I lived in Scotland for five years. I don't recall ANYTHING being called Scottish Morning Rolls. Mind you, my mind's slipping too.

Ciao,


----------



## culinarymd (Apr 24, 2006)

Steve,
I got this from a bread book. That's what they call it. They did turn out more like scones though. More on the hockey puck side of scones.


----------



## greasechef (May 20, 2006)

The first two things I would look at are:

Temperature of water used to bloom yeast
When did you add the salt?
If your water is too warm, over 110, you risk killing the yeast and not getting any rise. If you do not have a thermometer, just try to get the water the right temp to fill a baby bottle. If the water is cold, then you also will not get any lift.

Next possibility is the salt, salt kills yeast. I normally add salt after at least 3/4 of my flour has been added to my liquid. If you add the salt directly to your liquid, your yeast will be hurting.

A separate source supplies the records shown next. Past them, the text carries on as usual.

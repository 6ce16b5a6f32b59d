package diaphragm

import (
	"hoopsheet/core/quantity"
	"hoopsheet/core/sheet"
)

func identityFields() []Field {
	return []Field{
		{
			Path: "name", Group: GroupIdentity, Name: "name", Kind: KindText, Most: 120,
			Help: "What the diaphragm is called on drawings and in the records.",
			text: func(d *Diaphragm) *string { return &d.Name },
		},
		{
			Path: "place", Group: GroupIdentity, Name: "place", Kind: KindText, Most: 200, Optional: true,
			Help: "Where it is or will be installed.",
			text: func(d *Diaphragm) *string { return &d.Place },
		},
		{
			Path: "notes", Group: GroupIdentity, Name: "notes", Kind: KindLongText, Most: 4000, Optional: true,
			Help: "Anything the next person should know. A hand-over link carries it, so long notes need the file instead.",
			text: func(d *Diaphragm) *string { return &d.Notes },
		},
	}
}

// Bounds of the expansion of ring and sheet: common practice. Fibres that
// shrink when heated reach about -6e-6/K, rubbers about 250e-6/K.
const (
	lowestCTE  = -20e-6
	highestCTE = 500e-6
	reasonCTE  = "metals lie near 10 to 25, films near 20 to 100 and rubbers near 250 ppm/K"
)

var expansionUnits = []string{"ppm/K", "1/K", "ppm/°F", "1/°F"}

func ringFields() []Field {
	return []Field{
		{
			Path: "ring.radius", Group: GroupRing, Symbol: "a", Name: "ring radius", Kind: KindQuantity,
			Help:      "Inner radius of the ring: from the centre to where the sheet is held, half the free diameter.",
			Dimension: quantity.Length, SI: "mm", InchPound: "in", Units: []string{"mm", "cm", "m", "in", "ft"},
			Low: 1e-3, High: 50, Reason: "rings from a small foil window to a large cover are meant",
			number: func(d *Diaphragm) *float64 { return &d.Ring.Radius },
		},
		{
			Path: "ring.hubRadius", Group: GroupRing, Symbol: "b", Name: "hub radius", Kind: KindQuantity, Optional: true,
			Help:      "Radius of a fixed hub in the middle that holds the sheet too. Leave it empty where there is none.",
			Dimension: quantity.Length, SI: "mm", InchPound: "in", Units: []string{"mm", "cm", "m", "in", "ft"},
			Low: 1e-4, High: 50, Reason: "a smaller hub would cut through the sheet",
			number: func(d *Diaphragm) *float64 { return &d.Ring.HubRadius },
		},
		{
			Path: "ring.outOfRound", Group: GroupRing, Name: "out of round", Kind: KindQuantity, Optional: true,
			Help:      "A quarter of the difference between the longest and the shortest diameter. Leave it empty for a true ring.",
			Dimension: quantity.Length, SI: "mm", InchPound: "in", Units: []string{"mm", "µm", "cm", "in", "mil"},
			Low: 1e-6, High: 5, Reason: "less cannot be measured on a ring and more is an oval",
			number: func(d *Diaphragm) *float64 { return &d.Ring.OutOfRound },
		},
		angleField("ring.outOfRoundAngle", GroupRing, "direction of the longest diameter",
			"Anticlockwise from the right in the plan.",
			func(d *Diaphragm) *float64 { return &d.Ring.OutOfRoundAngle }).
			where(func(d *Diaphragm) bool { return d.Ring.OutOfRound != 0 }),
		{
			Path: "ring.clamps", Group: GroupRing, Symbol: "N", Name: "number of clamps", Kind: KindCount, Optional: true,
			Help: "Clamps or screws around the rim. Leave it empty where the rim is glued or welded.",
			Low:  3, High: 1000, Reason: "fewer than three do not hold a round sheet",
			count: func(d *Diaphragm) *int { return &d.Ring.Clamps },
		},
		{
			Path: "ring.cte", Group: GroupRing, Symbol: "αᵣ", Name: "expansion of the ring", Kind: KindQuantity,
			Help:      "Thermal expansion of the ring. Aluminium has about 23 ppm/K, steel about 12 ppm/K.",
			Dimension: quantity.Expansion, SI: "ppm/K", InchPound: "ppm/°F", Units: expansionUnits,
			Low: lowestCTE, High: highestCTE, Reason: reasonCTE,
			number: func(d *Diaphragm) *float64 { return &d.Ring.CTE },
		},
	}
}

func sheetFields() []Field {
	var catalogue []Choice
	for _, m := range sheet.Materials() {
		catalogue = append(catalogue, Choice{Value: m.ID, Name: m.Name})
	}
	return []Field{
		{
			Path: "sheet.material", Group: GroupSheet, Name: "material", Kind: KindMaterial, Most: 120, Optional: true,
			Help:    "Type a name, or take one from the list with its typical figures; those of the roll in hand are better.",
			Choices: catalogue,
			text:    func(d *Diaphragm) *string { return &d.Sheet.Material },
		},
		{
			Path: "sheet.thickness", Group: GroupSheet, Symbol: "h", Name: "sheet thickness", Kind: KindQuantity,
			Help:      "Thickness of the sheet as stretched.",
			Dimension: quantity.Length, SI: "µm", InchPound: "mil", Units: []string{"µm", "mm", "m", "mil", "in"},
			Low: 10e-9, High: 20e-3, Reason: "thinner sheets are no bulk material and thicker ones are plates",
			number: func(d *Diaphragm) *float64 { return &d.Sheet.Thickness },
		},
		{
			Path: "sheet.density", Group: GroupSheet, Symbol: "ρₛ", Name: "density of the sheet", Kind: KindQuantity,
			Help:      "Mass per volume of the sheet material.",
			Dimension: quantity.Density, SI: "kg/m³", InchPound: "lb/ft³", Units: []string{"kg/m³", "g/cm³", "lb/ft³", "lb/in³"},
			Low: 10, High: 23000, Reason: "no sheet is lighter than foam or heavier than the heaviest metal",
			number: func(d *Diaphragm) *float64 { return &d.Sheet.Density },
		},
		{
			Path: "sheet.measuredArealDensity", Group: GroupSheet, Symbol: "σ", Name: "measured areal density", Kind: KindQuantity, Optional: true,
			Help:      "Mass per area of a weighed sample. Where it is given, it replaces density times thickness.",
			Dimension: quantity.ArealDensity, SI: "g/m²", InchPound: "oz/yd²", Units: []string{"g/m²", "kg/m²", "oz/yd²", "lb/ft²"},
			Low: 1e-5, High: 200, Reason: "films weigh some grams and heavy covers some kilograms per square metre",
			number: func(d *Diaphragm) *float64 { return &d.Sheet.MeasuredArealDensity },
		},
		{
			Path: "sheet.e", Group: GroupSheet, Symbol: "E", Name: "modulus of elasticity", Kind: KindQuantity,
			Help:      "Stiffness of the sheet in its plane. For fabric, take the mean of warp and weft.",
			Dimension: quantity.Stress, SI: "GPa", InchPound: "ksi", Units: []string{"GPa", "MPa", "Pa", "ksi", "psi"},
			Low: 1e4, High: 1.5e12, Reason: "soft gels and diamond lie within these limits",
			number: func(d *Diaphragm) *float64 { return &d.Sheet.E },
		},
		{
			Path: "sheet.nu", Group: GroupSheet, Symbol: "ν", Name: "Poisson's ratio", Kind: KindQuantity,
			Help:      "How much the sheet narrows when it is stretched; near 0.3 for metals and 0.4 for films.",
			Dimension: quantity.Ratio, SI: "", InchPound: "", Units: []string{""},
			Low: 0, High: 0.5, Reason: "a sheet that is alike in all directions cannot have more than 0.5",
			number: func(d *Diaphragm) *float64 { return &d.Sheet.Nu },
		},
		{
			Path: "sheet.cte", Group: GroupSheet, Symbol: "αₛ", Name: "expansion of the sheet", Kind: KindQuantity,
			Help:      "Thermal expansion of the sheet. Against that of the ring it decides how the tension changes with temperature.",
			Dimension: quantity.Expansion, SI: "ppm/K", InchPound: "ppm/°F", Units: expansionUnits,
			Low: lowestCTE, High: highestCTE, Reason: reasonCTE,
			number: func(d *Diaphragm) *float64 { return &d.Sheet.CTE },
		},
		{
			Path: "sheet.allowableStress", Group: GroupSheet, Name: "allowable stress", Kind: KindQuantity,
			Help:      "The largest stress the sheet may carry for years, with its safety margin. The supplier or the local code gives it.",
			Dimension: quantity.Stress, SI: "MPa", InchPound: "psi", Units: []string{"MPa", "GPa", "kPa", "psi", "ksi"},
			Low: 1e3, High: 1e10, Reason: "soft rubbers and the strongest fibres lie within these limits",
			number: func(d *Diaphragm) *float64 { return &d.Sheet.AllowableStress },
		},
		{
			// The figures of the help are common practice, from memory.
			Path: "sheet.lossFactor", Group: GroupSheet, Symbol: "η", Name: "loss factor of the sheet", Kind: KindQuantity, Optional: true,
			Help:      "How much the material itself damps bending: films near 0.01 to 0.03, metals near 0.001. Empty for none.",
			Dimension: quantity.Ratio, SI: "", InchPound: "", Units: []string{"", "%"},
			Low: 0, High: 1, Reason: "a sheet that rings loses less than that",
			number: func(d *Diaphragm) *float64 { return &d.Sheet.LossFactor },
		},
	}
}

func dampingFields() []Field {
	return []Field{{
		Path: "damping.ratio", Group: GroupDamping, Symbol: "ζ", Name: "damping ratio", Kind: KindQuantity,
		Help:      "Share of critical damping, taken for every mode. Stretched film in air often has 0.1 to 1 %; a tap measures it.",
		Dimension: quantity.Ratio, SI: "%", InchPound: "%", Units: []string{"%", "‰"},
		Low: 0, High: 0.5, Reason: "a sheet that still rings is far from critical damping",
		number: func(d *Diaphragm) *float64 { return &d.Damping.Ratio },
	}}
}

Finally, I have no idea what a Scottish morning roll is like, but it may need some time to proof. Perhaps somebody else on the board will know more about that.


----------



## culinarymd (Apr 24, 2006)

Hey GreaseChef,
Thanks for the information. I sifted the flour and salt together as it said in the book. Then I made a well in the middle to add the liquid. I proofed it for 1 hour like it said. The dough didn't double. Maybe 1.5 times. That's all. I'm gonna try some again this morning. Do you think it's ok to add the salt after the first rising? Thanks again....!!!


----------



## greasechef (May 20, 2006)

You can add it after the first rising, but just adding the salt a little later when you mix it up should help. Also, water temp is pretty important, remember to think of a warm baby bottle. You know what a forehead feels like when a person has a fever of 102, that's a good gauge too. Your target temp is 100-110.


----------



## culinarymd (Apr 24, 2006)

GreaseChef,
Thanks. I'll check that temperature really good today. I'll let you know how they come out. Later....


----------



## kylew (Aug 14, 2000)

From what I've been able to Google, they look pretty straight forward.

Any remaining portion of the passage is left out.